Copilot respects labels. A file marked Confidential won't be surfaced to someone who doesn't have access to it, even if a permissions mistake elsewhere would otherwise let them see it. That's a meaningful safety net.

Archive what nobody has touched in two years

Most SMB file estates contain enormous amounts of dormant content - old projects, ex-employee folders, superseded policies, draft documents from 2019. Copilot will happily pull from any of it. That creates two problems: it surfaces stale or wrong information ('our refund policy says X' when X was replaced two years ago), and it makes the relevant content harder to find.

You don't need to delete anything. Move dormant content to an archive site that Copilot doesn't index. SharePoint and OneDrive both make this straightforward. A simple rule like 'not opened in 24 months and not modified in 24 months' will catch most of it. Anything genuinely useful will get pulled back out when someone needs it.

Fix the top ten naming and structure problems

Copilot does much better when files are named in a way a human can read. 'Q2-2025 board pack v3 FINAL.docx' is fine. 'doc1 (4) (copy).docx' is not. You don't need a renaming project. You need to fix the half-dozen high-traffic folders where the worst offenders live.

Similarly, give the most important SharePoint sites a tidy structure. Three or four top-level folders, named clearly, is far more useful than a sprawl of 47 folders named after people who left in 2020. Tidiness here pays back permanently - both for Copilot and for humans.

What you don't need to do (yet)

Some things often pitched as 'Copilot prerequisites' are not actually required to start. You don't need to migrate every file from on-premises file shares (Copilot can be valuable on just the cloud content). You don't need a perfect taxonomy or metadata schema. You don't need to label every email. You don't need an enterprise-grade data classification project. Those are nice-to-haves over a multi-year horizon, not blockers to a 30-day pilot.
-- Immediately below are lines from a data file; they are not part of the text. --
def run_sweep(
    sweep: Sweep,
    *,
    scheduler: str | None = None,
    workers: int | None = None,
    retry_failed: bool = False,
    force: bool = False,
    quiet: bool = False,
    threads_per_point: int | None = None,
) -> dict:
    """Carry out every point of ``sweep`` that is not finished yet; return the results document.

    Parameters
    ----------
    scheduler : str or None
        Address of a running Dask scheduler (``tcp://host:8786``); None: a local pool.
        Dask workers must see the sweep directory (a shared file system).
    workers : int or None
        Local pool size; default the sweep file's ``workers``, else all cores.
    retry_failed : bool
        Run failed points again (their directories are cleared first).
    force : bool
        Add points to a directory made from a different base configuration.
    threads_per_point : int or None
        Numba threads of each point's run; default the sweep file's ``threads_per_point``
        (1). The local pool then defaults to ``cores // threads_per_point`` workers; Dask
        workers should offer that many threads each. The results do not depend on it.

    Points are handed out longest first (by bead-steps), which shortens the wall time
    of a sweep whose points differ in cost.
    """
    client = None
    stop_event = None
    if scheduler is not None:
        client = connect(scheduler)  # before anything is written
    try:
        meta = _prepare(sweep, force)
        points = sweep.points()
        records: dict[str, dict] = {}
        pending = []
        for p in points:
            point_dir = sweep.directory / POINTS_DIR / p["hash"][:16]
            old = _existing(point_dir, p["hash"])
            if old is not None and _to_extend(old, sweep.adaptive):
                pending.append((p, point_dir))  # resumed from its run and extended
                continue
            if old is not None and (old["status"] == "finished" or not retry_failed):
                records[p["hash"]] = old
                continue
            if old is not None and retry_failed:
                shutil.rmtree(point_dir)
            pending.append((p, point_dir))
        from .plan import point_cost, submission_order

        sizes = {p["hash"]: point_cost(p["document"]) for p, _ in pending}
        costs = {h: math.prod(size) for h, size in sizes.items()}
        order = submission_order([costs[p["hash"]] for p, _ in pending])
        pending = [pending[i] for i in order]  # longest first: shortest wall time
        # Steps each point's run had reached when this session began (resumed points).
        reached = {p["hash"]: _steps_reached(d, p["hash"]) for p, d in pending}
        left_costs = {h: beads * max(steps - reached[h], 0) for h, (beads, steps) in sizes.items()}
        threads = threads_per_point or sweep.threads_per_point
        n = workers or sweep.workers or max(1, (os.cpu_count() or 1) // threads)
        if client is not None:
            n = max(1, sum(client.nthreads().values()) // threads)
        progress = _Progress(
            len(points), quiet, left_costs, adaptive=sweep.adaptive is not None, slots=min(n, len(pending))
        )
        progress.done = sum(1 for r in records.values() if r["status"] == "finished")
        progress.failed = sum(1 for r in records.values() if r["status"] == "failed")
        adaptive = None if sweep.adaptive is None else dict(sweep.adaptive.__dict__)
        args = [
            (p["document"], str(d.resolve()), p["hash"], p["parameters"], adaptive, threads)
            for p, d in pending
        ]

        def partial() -> float:
            """Bead-steps this session's unfinished points have run, from their checkpoints."""
            if quiet:
                return 0.0
            work = 0.0
            for p, d in pending:
                h = p["hash"]
                if h in progress.costs and (d / "run").exists():
                    work += sizes[h][0] * min(max(_steps_reached(d, h) - reached[h], 0), progress.costs[h])
            return work

        def collect(record: dict, unfinished: int) -> None:
            records[record["hash"]] = record
            if record["status"] in ("finished", "failed"):
                progress.finish(record["hash"])
            if record["status"] == "finished":
                progress.done += 1
            elif record["status"] == "failed":
                progress.failed += 1
            write_results(sweep, meta, points, records)
            progress.show(unfinished, record, partial())

        progress.show(len(args))
        stop = _SweepStop(quiet)
        if args and client is not None:
            from dask.distributed import Event, wait

            # Queued points see the event set and return unstarted; running points stop
            # at their next clean point with a checkpoint (see _ClusterStop).
            stop_event = Event(f"beadmd-sweep-stop-{uuid.uuid4().hex}", client=client)
            futures = [client.submit(run_point, *a, stop_event.name, pure=False) for a in args]
            stop.on_stop = stop_event.set
            waiting = list(futures)
            with stop:
                while waiting:
                    try:
                        done, _ = wait(waiting, timeout=PROGRESS_INTERVAL_S, return_when="FIRST_COMPLETED")
                    except TimeoutError:
                        progress.show(len(waiting), partial=partial())
                        continue
                    waiting = [f for f in waiting if f not in done]
                    for future in (f for f in futures if f in done):  # in submission order
                        if not future.cancelled():
                            collect(future.result(), len(waiting))
        elif args:
            import concurrent.futures
            import multiprocessing

            context = multiprocessing.get_context("spawn")
            with concurrent.futures.ProcessPoolExecutor(
                max_workers=min(n, len(args)), mp_context=context, initializer=_worker_init
            ) as pool:
                futures = [pool.submit(run_point, *a) for a in args]

                def stop_pool() -> None:
                    for future in futures:
                        future.cancel()  # the points not handed to a worker yet
                    for child in multiprocessing.active_children():
                        os.kill(child.pid, signal.SIGTERM)  # runs stop at a clean point

                stop.on_stop = stop_pool
                waiting = set(futures)
                with stop:
                    while waiting:
                        done, waiting = concurrent.futures.wait(
                            waiting, timeout=PROGRESS_INTERVAL_S, return_when="FIRST_COMPLETED"
                        )
                        if not done:
                            progress.show(len(waiting), partial=partial())
                            continue
                        for index, future in enumerate(futures):
                            if future not in done or future.cancelled():
                                continue
                            try:
                                record = future.result()
                            except Exception as error:  # a worker died: record the point as failed
                                p = pending[index][0]
                                record = {
                                    "hash": p["hash"],
                                    "status": "failed",
                                    "message": f"worker process failed: {type(error).__name__}: {error}",
                                    "parameters": p["parameters"],
                                    "config": p["document"],
                                    "provenance": {},
                                }
                            collect(record, len(waiting))
        document = write_results(sweep, meta, points, records)
        if stop.requested is not None:
            document["stopped_by"] = stop.requested  # returned only, not part of results.json
        return document
    finally:
        if client is not None:
            if stop_event is not None:
                with contextlib.suppress(Exception):
                    stop_event.clear()  # a cleared event without waiters leaves the scheduler
            client.close()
Run a small test before you go wide

Once you've done the four fixes above, give Copilot to two or three people whose work would expose problems - someone in HR, someone in finance, ideally someone in legal. Ask them to spend a week trying to break it: asking for things they shouldn't be able to see, summarising sensitive folders, generating content that pulls from confidential sources. If nothing leaks, you're in good shape for a wider rollout. If something does, it's almost always a single misconfigured site that's easy to fix.

Keep going after launch

Data hygiene is not a one-time project. New oversharing happens every week, as people share files externally or set up new Teams sites without thinking. Build a monthly 15-minute review into someone's calendar - usually the IT lead or whoever owns the Microsoft tenant - to check the oversharing report and the sensitivity-label coverage. Small and regular beats large and quarterly.

The honest summary

You do not need to fix your entire information estate before rolling out Copilot. You need to close obvious oversharing, label the few hundred documents that genuinely matter, archive the dormant stuff, and tidy the worst-named high-traffic folders. That's a one to two-week project for a small business, not a six-month consultancy engagement. Do it once, set up a light monthly review, and Copilot will be working from a foundation that makes it look smart rather than dangerous.